İçerideki, günlük bağırış çağırış, memleketin elimizden nasıl kayarak gittiğini gizliyor. Aslında, bağırış çağırış sırasında bile, bu işin sorumluları, ülkeye bu kadar yıldır yaptıklarının farkında olmadıklarını gösteriyor ve kendilerini haklı görüyor. Gerçekte ise durum, gizlenemeyecek kadar net. Hoş arkadaşın, bağırıp, sesini yükseltişi de, başına geleceklerin bilincinde olduğunu gösteriyor ya. Ama o bağırdıkça Amerikan doları yükseliyor. Tabii sizler, cemaat-parti kavgasından ne çıkacak sıkıntısındasınız
Ama Türkiye’nin kaderi üzerinde etkin olan, Washington’da ilginç gelişmeler var. Mesela ABD Savunma Bakanı’nın Türkiye ziyaretini iptal edişi. Mesela Amerikan basınında çıkan analizler ve uyarılar. Mesela yayınlanan yeni raporlar. Bu durum, nedense AKP iktidarını, yalandan bile olsa geri adım atmaya zorlamıyor. ABD Savunma Bakanlığı ziyareti açıklamıştı. Daha sonra Pentagon, bu iptalin ardından yeni bir ziyaret tarihi vermedi. Mazeret olarak, önce Başkanın Birliği durumu konuşması için Washington’dan ayrılamayacağı gösterilmiş. Yerseniz.

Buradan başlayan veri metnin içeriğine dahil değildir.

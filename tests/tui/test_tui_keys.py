"""Random keys never break the app; the keymap file overrides keys by binding id."""

from __future__ import annotations

import random
from pathlib import Path

import pytest
from textual import events
from tuihelpers import SIZE, settle

from trayadvisor.analysis import field_summary
from trayadvisor.tui import make_app
from trayadvisor.tui.screens.base import WorkScreen

# Every key the app binds, plus typing and navigation keys; ctrl+q is left out so the run
# is not ended by a quit with nothing to save, and R (a report: seconds of work per Enter).
# Escape comes three times so that the walk does not spend most of its keys typing into
# forms. P opens the plates menu; w is the Field view's with / without plates panel (and
# the Ranking view's save); v the places panel.
KEYS = (
    "left right up down shift+left shift+right shift+up shift+down tab shift+tab enter "
    "escape escape escape space backspace delete home end pageup pagedown "
    "a c x e i n t T d m u S h j k l 0 plus minus question_mark "
    "left_square_bracket right_square_bracket 1 2 3 4 ctrl+s ctrl+o ctrl+r ctrl+z ctrl+y "
    "y s f1 5 full_stop minus q r w p P v"
).split()


_CHARS = {"space": " ", "full_stop": ".", "minus": "-", "plus": "+", "question_mark": "?",
          "left_square_bracket": "[", "right_square_bracket": "]"}


def _key_event(key: str) -> events.Key:
    """The event a terminal sends for ``key``."""
    return events.Key(key, key if len(key) == 1 else _CHARS.get(key))


async def test_500_random_keys_never_raise(tmp_path: Path,
                                           monkeypatch: pytest.MonkeyPatch) -> None:
    monkeypatch.chdir(tmp_path)                             # any file it saves lands here
    rng = random.Random(20240607)
    app = make_app()
    async with app.run_test(size=SIZE) as pilot:
        await settle(app, pilot)
        # Keys arrive in bursts of ten without waiting for the app to catch up (harder than
        # one at a time, and fast enough for the suite), then the app settles.
        seen: set[str] = set()
        for burst in range(50):
            for _ in range(10):
                app.post_message(_key_event(rng.choice(KEYS)))
            await pilot.pause()
            assert app.is_running, f"the app stopped during burst {burst}"
            seen.add(type(app.screen).__name__)
        await settle(app, pilot)
        # The keys reached the app: it edited the model and opened dialogs on the way.
        assert app.document.generation > 5
        assert len(seen) >= 4, seen
        assert app.is_running
        # Whatever happened, the model on show is still a consistent Layout.
        doc = app.document
        assert doc.selected is None or doc.selected in {c.name for c in doc.layout.conductors}
        # Escape leads back to a view from wherever the keys left the app, in a few presses.
        for _ in range(8):
            if isinstance(app.screen, WorkScreen):
                break
            await pilot.press("escape")
            await settle(app, pilot)
        assert isinstance(app.screen, WorkScreen), type(app.screen).__name__
        # A model with problems shows them; undo walks back to a valid model (the demo was
        # one), whose readout is the figure of the model on show, not of an earlier edit.
        assert app.problems == [e.message for e in doc.problems()]
        for _ in range(doc.generation + 1):
            if not app.problems:
                break
            await pilot.press("ctrl+z")
            await settle(app, pilot)
        assert app.problems == []
        want = field_summary(doc.layout, distance_mm=app.settings.distance_mm)
        assert app.summary is not None
        assert app.summary.max_resultant_uT == pytest.approx(want.max_resultant_uT, rel=1e-12)


async def test_keymap_file_overrides_a_key(tmp_path: Path, demo_copy: Path,
                                           monkeypatch: pytest.MonkeyPatch) -> None:
    keymap = tmp_path / "keys.toml"
    keymap.write_text('[keys]\n"file.save" = "f2"\n"edit.undo" = "backspace"\n',
                      encoding="utf-8")
    monkeypatch.setenv("TRAYADVISOR_KEYMAP", str(keymap))
    app = make_app(demo_copy)
    async with app.run_test(size=SIZE) as pilot:
        await settle(app, pilot)
        await pilot.press("up")
        await settle(app, pilot)
        await pilot.press("backspace")                      # undo, moved to backspace
        await settle(app, pilot)
        assert not app.document.dirty
        await pilot.press("up", "f2")                       # save, moved to f2
        await settle(app, pilot)
        assert not app.document.dirty


async def test_a_bad_keymap_file_is_reported_not_fatal(tmp_path: Path,
                                                       monkeypatch: pytest.MonkeyPatch) -> None:
    keymap = tmp_path / "keys.toml"
    keymap.write_text("[keys\n", encoding="utf-8")
    monkeypatch.setenv("TRAYADVISOR_KEYMAP", str(keymap))
    app = make_app()
    async with app.run_test(size=SIZE) as pilot:
        await settle(app, pilot)
        assert "keymap ignored" in app.message[0]
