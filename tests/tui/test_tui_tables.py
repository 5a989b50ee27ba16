"""The Ranking and Coupling views' plain parts (no textual): parameters, rows, staleness,
worst-value markers. Reference values are the engines' own results and the exporter's
independent "moved" column."""

from __future__ import annotations

import csv
import io
import math
from dataclasses import replace
from pathlib import Path

import pytest

from trayadvisor.coupling import SharingError, coupling_summary
from trayadvisor.layoutfile import demo_path
from trayadvisor.layoutfile.reader import read_layout
from trayadvisor.model import Conductor
from trayadvisor.output.exports import result_csv
from trayadvisor.ranking import apply_option
from trayadvisor.ranking.rank import rank_layout
from trayadvisor.tui.logic.couplingtext import (
    WORST_EMF,
    WORST_IMBALANCE,
    WORST_SHARE,
    coupling_lines,
    victim_lines,
)
from trayadvisor.tui.logic.edits import move_conductor
from trayadvisor.tui.logic.ranktable import (
    RankParams,
    columns,
    fits,
    moved_count,
    objective_choices,
    option_cells,
    staleness,
    usable_params,
)

DEMO = read_layout(demo_path())
#: Six conductors, 90 distinct arrangements: ranked exactly in milliseconds.
SMALL = read_layout(Path(__file__).parents[2] / "layouts" / "two-sets-reversed.toml")


def test_rank_params_check_their_values() -> None:
    for bad in ({"top_k": 0}, {"top_k": 51}, {"budget_s": 0.0}, {"budget_s": math.inf},
                {"objective": "sideways"}, {"objective": "line:"}):
        with pytest.raises(ValueError):
            RankParams(**bad)
    assert RankParams(3, "contour").objective == "contour"  # explicit: the curve at d
    # the demo binds limits to places: the worst limit index comes first (the default)
    values = [v for _, v in objective_choices(DEMO)]
    assert values == ["limits", "contour", "line:QR-wall", "point:QR-desk"]
    assert [v for _, v in objective_choices(SMALL)] == ["contour"]
    gone = RankParams(3, "line:no-such-line", 2.0)
    assert usable_params(gone, DEMO) == RankParams(3, None, 2.0)
    assert usable_params(RankParams(3, "point:QR-desk"), DEMO).objective == "point:QR-desk"


def test_the_ranking_view_makes_the_call_the_rank_command_makes() -> None:
    # The same keyword arguments as `trayadvisor rank FILE --distance-mm 400 --top 3
    # --objective line:QR-wall --budget-s 2`; every option the view does not set is at the
    # value the command gives it when its flag is absent, i.e. rank_layout's default.
    import inspect

    from trayadvisor.cli import cmd_rank, parse_args

    view = RankParams(3, "line:QR-wall", 2.0).options(400.0)
    cli = cmd_rank.options(parse_args(["rank", "x.toml", "--distance-mm", "400", "--top", "3",
                                       "--objective", "line:QR-wall", "--budget-s", "2"]))
    defaults = {k: p.default for k, p in inspect.signature(rank_layout).parameters.items()}
    assert {k: cli[k] for k in view} == view
    assert {k: v for k, v in cli.items() if k not in view} == {
        k: defaults[k] for k in cli if k not in view}


def test_rows_carry_the_engine_figures_and_the_exporters_moves() -> None:
    r = rank_layout(SMALL, distance_mm=500.0, top_k=4)
    assert [c.label for c in columns(r)][:2] == ["#", "µT"]
    rows = list(csv.DictReader(io.StringIO(result_csv(r, SMALL))))   # reference: export
    for opt in r.options:
        cells = option_cells(r, opt)
        assert len(cells) == len(columns(r)) and cells[0] == str(opt.rank)
        # the engine's figure to one decimal; one that rounds to zero is "0", never "-0.0"
        assert float(cells[2]) == round(opt.reduction_pct, 1) and cells[2] != "-0.0"
        moved = sum(1 for row in rows if row["rank"] == str(opt.rank) and row["moved"] == "yes")
        assert moved_count(r, opt) == moved


def test_a_result_fits_while_only_positions_change() -> None:
    r = rank_layout(SMALL, distance_mm=500.0, top_k=2)
    opt = r.options[0]
    name = SMALL.conductors[0].name
    moved = move_conductor(SMALL, name, 5.0, 0.0)
    assert fits(opt, SMALL, SMALL) and fits(opt, SMALL, moved)
    assert staleness(r, SMALL, SMALL, None, 500.0) == ""
    assert "still apply" in staleness(r, SMALL, moved, None, 500.0)
    applied = apply_option(SMALL, r.options[1])
    assert staleness(r, SMALL, applied, None, 500.0) == "the open layout is option 2 (u undoes)"
    assert "d is now 300" in staleness(r, SMALL, SMALL, None, 300.0)
    assert staleness(r, SMALL, SMALL, "line:x", 300.0) == ""    # d does not enter a line
    c0 = SMALL.conductors[0]
    grown = SMALL.with_conductors([*SMALL.conductors,
                                   Conductor("extra", c0.circuit, c0.phase, 1e4, 0.0, 10.0)])
    assert not fits(opt, SMALL, grown)
    assert "r ranks again" in staleness(r, SMALL, grown, None, 500.0)
    heavier = replace(SMALL, circuits=tuple(replace(c, current_a=c.current_a * 2)
                                            for c in SMALL.circuits))
    assert not fits(opt, SMALL, heavier)                        # currents changed


def test_worst_values_are_marked_in_words() -> None:
    lines = coupling_lines(coupling_summary(DEMO))
    worst = [ln.text for ln in lines if ln.kind == "worst"]
    marked = [t for t in worst if "◀" in t]
    assert len(marked) == 2 and len(worst) == 5     # two table rows, three summary lines
    data = coupling_summary(DEMO).to_json()                     # reference: couple --json
    g = max(data["groups"], key=lambda g: g["imbalance_pct"])
    imb = next(t for t in marked if WORST_IMBALANCE in t)
    assert imb.split()[:2] == [g["circuit"], g["phase"]]
    assert f" imbalance {g['circuit']} {g['phase']} {g['imbalance_pct']:.1f} %" in worst
    size = {(g["circuit"], g["phase"]): len(g["conductors"]) for g in data["groups"]}
    top = max(data["sharing"], key=lambda c: c["share_pct"] * size[(c["circuit"], c["phase"])])
    share = next(t for t in marked if WORST_SHARE in t)
    assert share.split()[0] == top["conductor"]
    assert any(t.split()[:2] == ["share", top["conductor"]] for t in worst)
    assert worst[0].split()[:2] == ["EMF", data["victims"][0]["circuit"]]
    # 59 % where 50 % is even: the rating caution names the conductor.
    caution = [ln.text for ln in lines if "no ampacity check" in ln.text]
    assert len(caution) == 1 and top["conductor"] in caution[0]
    # One victim: nothing to compare, no marker; two unequal victims: the larger marked.
    one = victim_lines(data)
    assert not any(WORST_EMF in ln.text for ln in one)
    v = data["victims"][0]
    two = dict(data, victims=[v, dict(v, circuit="C8", induced_mV_per_m=2 * v[
        "induced_mV_per_m"])])
    marked = [ln.text for ln in victim_lines(two) if WORST_EMF in ln.text]
    assert len(marked) == 1 and marked[0].split()[0] == "C8"


def test_coinciding_conductors_give_a_message_not_numbers() -> None:
    # Two parallel conductors at one place: no sharing solution, so no table at all but one
    # line naming them (the view shows it in place of the figures).
    c = DEMO.conductors
    on_top = move_conductor(DEMO, c[0].name, c[1].x_mm - c[0].x_mm, c[1].y_mm - c[0].y_mm)
    with pytest.raises(SharingError) as err:
        coupling_summary(on_top)
    assert f"'{c[0].name}'" in str(err.value) and f"'{c[1].name}'" in str(err.value)


def test_a_zero_total_group_shows_its_circulating_current_not_a_share() -> None:
    # Two parallel neutrals of a balanced circuit: no share of a zero total, no "most
    # loaded" flag on them; the group line gives the circulating current in amperes.
    from trayadvisor.model import Circuit, Conductor, Layout

    cons = [Conductor(f"F-{ph}", "F", ph, x, 20.0, 30.0, 240.0, "copper")
            for ph, x in (("L1", 20.0), ("L2", 50.0), ("L3", 80.0), ("N", 110.0),
                          ("N", 170.0))]
    cons[3] = replace(cons[3], name="F-Na")
    cons[4] = replace(cons[4], name="F-Nb")
    lay = Layout(circuits=(Circuit("F", "ac3", 400.0),), conductors=tuple(cons))
    lines = coupling_lines(coupling_summary(lay))
    text = "\n".join(ln.text for ln in lines)
    assert "circ" in text and " A" in text and "e+" not in text
    assert all(WORST_SHARE not in ln.text for ln in lines if "F-N" in ln.text)
    assert "%" not in next(ln.text for ln in lines if ln.text.split()[:2] == ["F", "N"])


def test_field_readouts_say_which_currents_the_figures_use() -> None:
    from trayadvisor.analysis import field_summary
    from trayadvisor.tui.widgets.panels import readout_lines

    demo = read_layout(demo_path())

    def texts(layout, **kw) -> list[str]:
        return [t for t, _ in readout_lines(field_summary(layout, **kw), None, None, False)]

    assert "Currents solved, R at 90 °C" in texts(demo)
    assert "Currents solved, R at 40 °C" in texts(demo, temperature_c=40.0)
    assert "Currents equal shares" in texts(demo, currents="equal")
    bare = demo.with_conductors([replace(c, area_mm2=None) for c in demo.conductors])
    assert "Currents solved, no area" in texts(bare)


def test_screens_and_passive_loops_appear_with_their_figures_and_the_caution() -> None:
    from tests.test_coupling_induced import LOOP, trefoil
    from trayadvisor.layoutfile.reader import parse_layout

    lay = parse_layout(trefoil("single-point"))
    data = coupling_summary(lay).to_json()
    text = "\n".join(line.text for line in coupling_lines(coupling_summary(lay)))
    assert "Cable screens (λ1 = screen loss / core loss)" in text
    # Reference: `couple --json`'s standing voltage, three significant figures
    assert f"{data['screens'][0]['standing_v_per_m']:.3g}" in text
    assert "touch voltage" in text and "licensed practice" in text
    loop = coupling_summary(parse_layout(LOOP))
    text = "\n".join(line.text for line in coupling_lines(loop))
    p = loop.to_json()["passive"][0]
    assert "Passive loops" in text and f"{p['loss_w_per_m']:.3g}" in text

Aslında Hagel’in gelişi de, gezisinin iptali kadar garip. AKP iktidarının, herkesi kandırma faslından, Obama ile Erdoğan’ı aynı kategoriye koyması anlaşılan Beyaz Saray’ı kızdırıyor. Sözcüler, Erdoğan’ın çıkışlarını resmen yalanlamasa da, güneş balçıkla sıvanamayacak duruma girdi. Zira ABD uzun süredir El Kaide ve köktendinci konularda, AKP ve Erdoğan’ın kafasına göre takılmasından rahatsız. Bunu doğrudan ve dolaylı şekilde Erdoğan ve yardımcılarına bildirdi.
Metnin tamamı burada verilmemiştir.